Getting started with product bundles
A practical way to increase average order value without making operations fragile.
Product bundles work best when they are treated as a merchandising decision first and a discounting tactic second. The goal is to make the next purchase easier for the shopper while keeping fulfillment clear for the store team.
Start with one buying intent
Choose products that naturally belong to the same customer job. A bundle for a skincare routine, a starter kit, or a refill pack is easier to understand than a random collection of slow-moving inventory.
Good first bundles usually have three traits:
- The products are commonly purchased together.
- The customer can understand the value quickly.
- The store can fulfill the order without manual checks.
Keep the discount simple
Use one clear incentive for the first version. A fixed amount or percentage discount is enough to validate whether shoppers want the offer.

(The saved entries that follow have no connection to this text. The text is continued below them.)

/**
 * Claim checks: statements about summary.json (a path, a comparison and a threshold, or a
 * second path, or a tolerance around a value), each settled three ways from the interval.
 *
 * @module
 */
import { SaddleError } from "../errors/mod.ts";
import { normalCritical } from "../estimate/mod.ts";
import { type Json, numberJson } from "./json.ts";

/** Comparisons a claim may make. */
export type ClaimComparison = "<" | "<=" | ">" | ">=" | "within";

/**
 * One statement. `path` is a dotted path to an estimate in summary.json (such as
 * `estimates.optimum.jsd`). With `threshold`: the estimate compared to a number. With
 * `than`: compared to another estimate's value (their difference, with both errors). With
 * `"within"`: `|value − threshold| ≤ tolerance`.
 */
export interface Claim {
  /** The statement in words (shown in the report). */
  readonly statement: string;
  /** Dotted path to an estimate in summary.json. */
  readonly path: string;
  /** The comparison. */
  readonly comparison: ClaimComparison;
  /** The number compared against (or the centre for "within"). */
  readonly threshold?: number;
  /** A second estimate's path, compared against instead of a threshold. */
  readonly than?: string;
  /** Half-width of the band for "within". */
  readonly tolerance?: number;
}

/** Three-way verdict of a claim. */
export type ClaimVerdict = "holds" | "fails" | "undecided";

/** A claim with its verdict and the evidence. */
export interface ClaimResult {
  /** The claim as given. */
  readonly claim: Claim;
  /** holds: the whole interval satisfies it; fails: the whole interval violates it. */
  readonly verdict: ClaimVerdict;
  /** The estimate (or difference) compared, its interval and n. */
  readonly estimate: {
    readonly value: number;
    readonly ci: readonly [number, number];
    readonly level: number;
    readonly n: number;
  };
  /** One sentence: the interval against the claim. */
  readonly evidence: string;
  /**
   * For undecided claims: how many times the current sample size would settle it, and the
   * sample size, assuming the interval narrows as 1/√n around the same centre (null when
   * no sample size would, or the claim is decided).
   */
  readonly moreSamples: { readonly factor: number; readonly n: number } | null;
}

const COMPARISONS: readonly ClaimComparison[] = ["<", "<=", ">", ">=", "within"];
const FIELDS = new Set(["statement", "path", "comparison", "threshold", "than", "tolerance", "id"]);

/**
 * Parse a claims file's text: `{ "claims": [ ... ] }` or a bare array of claims. Throws a
 * `SaddleError` naming the file, the claim and the fix for a malformed claim, and for a
 * path not in `known` (the estimate paths this run will write).
 *
 * @example
 * ```ts
 * import { parseClaims } from "./claims.ts";
 * import assert from "node:assert/strict";
 * const text = '{"claims":[{"statement":"JSD small","path":"estimates.optimum.jsd","comparison":"<=","threshold":0.05}]}';
 * assert.equal(parseClaims(text, "c.json", ["estimates.optimum.jsd"])[0].threshold, 0.05);
 * assert.throws(() => parseClaims(text, "c.json", ["estimates.gaussian.kl"]), /unknown path/);
 * ```
 */
export function parseClaims(text: string, file: string, known: readonly string[]): Claim[] {
  let json: unknown;
  try {
    json = JSON.parse(text);
  } catch (e) {
    throw new SaddleError("parse", `not valid JSON (${(e as Error).message})`, { file });
  }
  const list = Array.isArray(json) ? json : (json as { claims?: unknown } | null)?.claims;
  if (!Array.isArray(list)) {
    throw new SaddleError(
      "parse",
      'expected { "claims": [ ... ] } (or an array of claims); see README, "Claims"',
      { file },
    );
  }
  return list.map((c, i) => checkClaim(c, i, file, known));
}

function checkClaim(c: unknown, i: number, file: string, known: readonly string[]): Claim {
  const bad = (msg: string): never => {
    throw new SaddleError("parse", `claim ${i + 1}: ${msg}`, { file, row: i });
  };
  if (!c || typeof c !== "object" || Array.isArray(c)) return bad("must be an object");
  const o = c as Record<string, unknown>;
  for (const k of Object.keys(o)) {
    if (!FIELDS.has(k)) bad(`unknown field "${k}" (fields: ${[...FIELDS].join(", ")})`);
  }
  if (typeof o.path !== "string") {
    return bad('"path" must be a dotted path such as "estimates.optimum.jsd"');
  }
  if (!COMPARISONS.includes(o.comparison as ClaimComparison)) {
    return bad(
      `"comparison" must be one of ${COMPARISONS.map((x) => `"${x}"`).join(", ")}, got ${
        JSON.stringify(o.comparison)
      }`,
    );
  }
  const cmp = o.comparison as ClaimComparison;
  const num = (k: string) => {
    if (typeof o[k] !== "number" || !Number.isFinite(o[k])) bad(`"${k}" must be a finite number`);
    return o[k] as number;
  };
  const checkPath = (p: string) => {
    if (!known.includes(p)) {
      bad(
        `unknown path "${p}"; this run writes ${known.length ? known.join(", ") : "no estimates"}`,
      );
    }
  };
  checkPath(o.path);
  const out: { -readonly [K in keyof Claim]: Claim[K] } = {
    statement: typeof o.statement === "string" ? o.statement : `${o.path} ${cmp}`,
    path: o.path,
    comparison: cmp,
  };
  if (cmp === "within") {
    out.threshold = num("threshold");
    out.tolerance = num("tolerance");
    if (out.tolerance < 0) bad('"tolerance" must be >= 0');
    if (o.than !== undefined) bad('"within" takes "threshold" and "tolerance", not "than"');
  } else if (o.than !== undefined) {
    if (typeof o.than !== "string") bad('"than" must be a path');
    if (o.threshold !== undefined) bad('give "threshold" or "than", not both');
    checkPath(o.than as string);
    out.than = o.than as string;
  } else {
    out.threshold = num("threshold");
  }
  if (typeof o.statement !== "string") bad('"statement" must say the claim in words');
  return out;
}

/** The value at a dotted path of a JSON object, or undefined. */
export function jsonAt(root: Json, path: string): Json | undefined {
  let cur: Json | undefined = root;
  for (const part of path.split(".")) {
    if (cur === null || typeof cur !== "object" || Array.isArray(cur)) return undefined;
    cur = (cur as Record<string, Json>)[part];
  }
  return cur;
}

function asNumber(x: Json | undefined): number {
  return typeof x === "number" ? x : typeof x === "string" ? Number(x) : NaN;
}

interface Interval {
  value: number;
  lo: number;
  hi: number;
  level: number;
  n: number;
  se: number;
}

function intervalOf(e: Json | undefined): Interval | undefined {
  // A plain number (a p-value) is exact: its interval is the value itself.
  if (typeof e === "number") return { value: e, lo: e, hi: e, level: 1, n: 0, se: 0 };
  if (!e || typeof e !== "object" || Array.isArray(e)) return undefined;
  const o = e as Record<string, Json>;
  const value = asNumber(o.value);
  const level = asNumber(o.level);
  const se = o.se === null ? 0 : asNumber(o.se);
  let lo = value, hi = value;
  if (Array.isArray(o.ci)) [lo, hi] = [asNumber(o.ci[0]), asNumber(o.ci[1])];
  else if (o.se !== null) {
    [lo, hi] = [value - normalCritical(level) * se, value + normalCritical(level) * se];
  }
  return { value, lo, hi, level, n: asNumber(o.n), se };
}

/**
 * Settle each claim against a summary: holds when the whole interval satisfies it, fails
 * when the whole interval violates it, undecided when the interval straddles the
 * threshold. For undecided claims, the sample size that would settle it is estimated by
 * assuming the interval's half-width shrinks as 1/√n around the same centre. A comparison
 * of two estimates uses their difference with se √(se_a² + se_b²) and a normal interval
 * (treating them as independent, which overstates the error when both rest on the same
 * rows). An estimate the run did not produce (its section was skipped or failed) leaves
 * the claim undecided.
 *
 * @example
 * ```ts
 * import { checkClaims } from "./claims.ts";
 * import assert from "node:assert/strict";
 * const summary = { estimates: { x: { value: 0.04, se: 0.01, ci: [0.03, 0.05], level: 0.95, n: 100 } } };
 * const [a, b] = checkClaims(summary, [
 *   { statement: "x ≤ 0.1", path: "estimates.x", comparison: "<=", threshold: 0.1 },
 *   { statement: "x ≤ 0.045", path: "estimates.x", comparison: "<=", threshold: 0.045 },
 * ]);
 * assert.equal(a.verdict, "holds");
 * assert.equal(b.verdict, "undecided");
 * assert.equal(b.moreSamples!.factor, 4); // half-width 0.01 must become 0.005
 * ```
 */
export function checkClaims(summary: Json, claims: readonly Claim[]): ClaimResult[] {
  return claims.map((claim) => {
    const a = intervalOf(jsonAt(summary, claim.path));
    const b = claim.than ? intervalOf(jsonAt(summary, claim.than)) : undefined;
    if (!a || (claim.than && !b) || Number.isNaN(a.value)) {
      return {
        claim,
        verdict: "undecided" as const,
        estimate: { value: NaN, ci: [NaN, NaN] as const, level: 0, n: 0 },
        evidence: `${claim.than && !b ? claim.than : claim.path} was not computed in this run ` +
          "(see the sections' status)",
        moreSamples: null,
      };
    }
    let x = a;
    if (b) {
      const z = normalCritical(a.level);
      const sa = a.se || (a.hi - a.lo) / (2 * z), sb = b.se || (b.hi - b.lo) / (2 * z);
      const se = Math.hypot(sa, sb), value = a.value - b.value;
      x = {
        value,
        lo: value - z * se,
        hi: value + z * se,
        level: a.level,
        n: Math.min(a.n, b.n),
        se,
      };
    }
    const t = b ? 0 : claim.threshold!;
    const { lo, hi } = x;
    let verdict: ClaimVerdict, needHalf: number;
    const centre = (lo + hi) / 2, half = (hi - lo) / 2;
    switch (claim.comparison) {
      case "<":
        verdict = hi < t ? "holds" : lo >= t ? "fails" : "undecided";
        needHalf = Math.abs(centre - t);
        break;
      case "<=":
        verdict = hi <= t ? "holds" : lo > t ? "fails" : "undecided";
        needHalf = Math.abs(centre - t);
        break;
      case ">":
        verdict = lo > t ? "holds" : hi <= t ? "fails" : "undecided";
        needHalf = Math.abs(centre - t);
        break;
      case ">=":
        verdict = lo >= t ? "holds" : hi < t ? "fails" : "undecided";
        needHalf = Math.abs(centre - t);
        break;
      case "within": {
        const eps = claim.tolerance!, bandLo = t - eps, bandHi = t + eps;
        verdict = lo >= bandLo && hi <= bandHi
          ? "holds"
          : hi < bandLo || lo > bandHi
          ? "fails"
          : "undecided";
        needHalf = centre >= bandLo && centre <= bandHi
          ? Math.min(centre - bandLo, bandHi - centre)
          : Math.min(Math.abs(centre - bandLo), Math.abs(centre - bandHi));
        break;
      }
    }
    const r = (v: number) => Number(v.toPrecision(4)).toString();
    const pct = `${Math.round(x.level * 1000) / 10}%`;
    const what = b
      ? `${claim.path} − ${claim.than} = ${r(x.value)}`
      : `${claim.path} = ${r(x.value)}`;
    const target = claim.comparison === "within"
      ? `[${r(t - claim.tolerance!)}, ${r(t + claim.tolerance!)}]`
      : `${claim.comparison} ${r(t)}`;
    const side = (c: ClaimComparison): [string, string] =>
      c === "<"
        ? ["below", "at or above"]
        : c === "<="
        ? ["at or below", "above"]
        : c === ">"
        ? ["above", "at or below"]
        : ["at or above", "below"];
    const interval = `${pct} interval [${r(lo)}, ${r(hi)}]`;
    let evidence: string;
    if (claim.comparison === "within") {
      evidence = `${what}, ${interval} ${
        verdict === "holds"
          ? "lies entirely inside"
          : verdict === "fails"
          ? "lies entirely outside"
          : "straddles an edge of"
      } ${target}`;
    } else {
      const [yes, no] = side(claim.comparison);
      evidence = `${what}, ${interval} ${
        verdict === "holds"
          ? `lies entirely ${yes}`
          : verdict === "fails"
          ? `lies entirely ${no}`
          : "straddles"
      } ${r(t)}`;
    }
    if (b) evidence += " (difference of two estimates, treated as independent)";
    let moreSamples: ClaimResult["moreSamples"] = null;
    if (verdict === "undecided" && needHalf > 0 && half > 0 && x.n > 0) {
      const factor = (half / needHalf) ** 2;
      moreSamples = { factor: Number(factor.toPrecision(3)), n: Math.ceil(x.n * factor) };
    }
    return {
      claim,
      verdict,
      estimate: { value: x.value, ci: [lo, hi] as const, level: x.level, n: x.n },
      evidence,
      moreSamples,
    };
  });
}

/**
 * A claim result as summary.json holds it.
 *
 * @example
 * ```ts
 * import { claimJson } from "./claims.ts";
 * import assert from "node:assert/strict";
 * const j = claimJson({ claim: { statement: "s", path: "p", comparison: "<", threshold: 1 },
 *   verdict: "holds", estimate: { value: 0, ci: [-1, 0.5], level: 0.95, n: 10 }, evidence: "e", moreSamples: null });
 * assert.equal((j as { verdict: string }).verdict, "holds");
 * ```
 */
export function claimJson(r: ClaimResult): Json {
  const num = numberJson;
  return {
    statement: r.claim.statement,
    path: r.claim.path,
    comparison: r.claim.comparison,
    threshold: r.claim.threshold ?? null,
    than: r.claim.than ?? null,
    tolerance: r.claim.tolerance ?? null,
    verdict: r.verdict,
    value: num(r.estimate.value),
    ci: [num(r.estimate.ci[0]), num(r.estimate.ci[1])],
    level: r.estimate.level,
    n: r.estimate.n,
    evidence: r.evidence,
    more_samples: r.moreSamples ? { factor: r.moreSamples.factor, n: r.moreSamples.n } : null,
  };
}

Avoid stacking multiple conditions until you know the bundle has demand. Complex rules are harder to explain, harder to test, and easier to misconfigure.
Measure the operational impact
Track more than revenue. A useful bundle should also be reliable to operate.
| Metric | Why it matters |
|---|---|
| Average order value | Shows whether the offer increases basket size. |
| Conversion rate | Shows whether shoppers understand the offer. |
| Stock issues | Shows whether the bundle is operationally safe. |
Once the first bundle is stable, add variants, seasonal campaigns, or category-specific offers.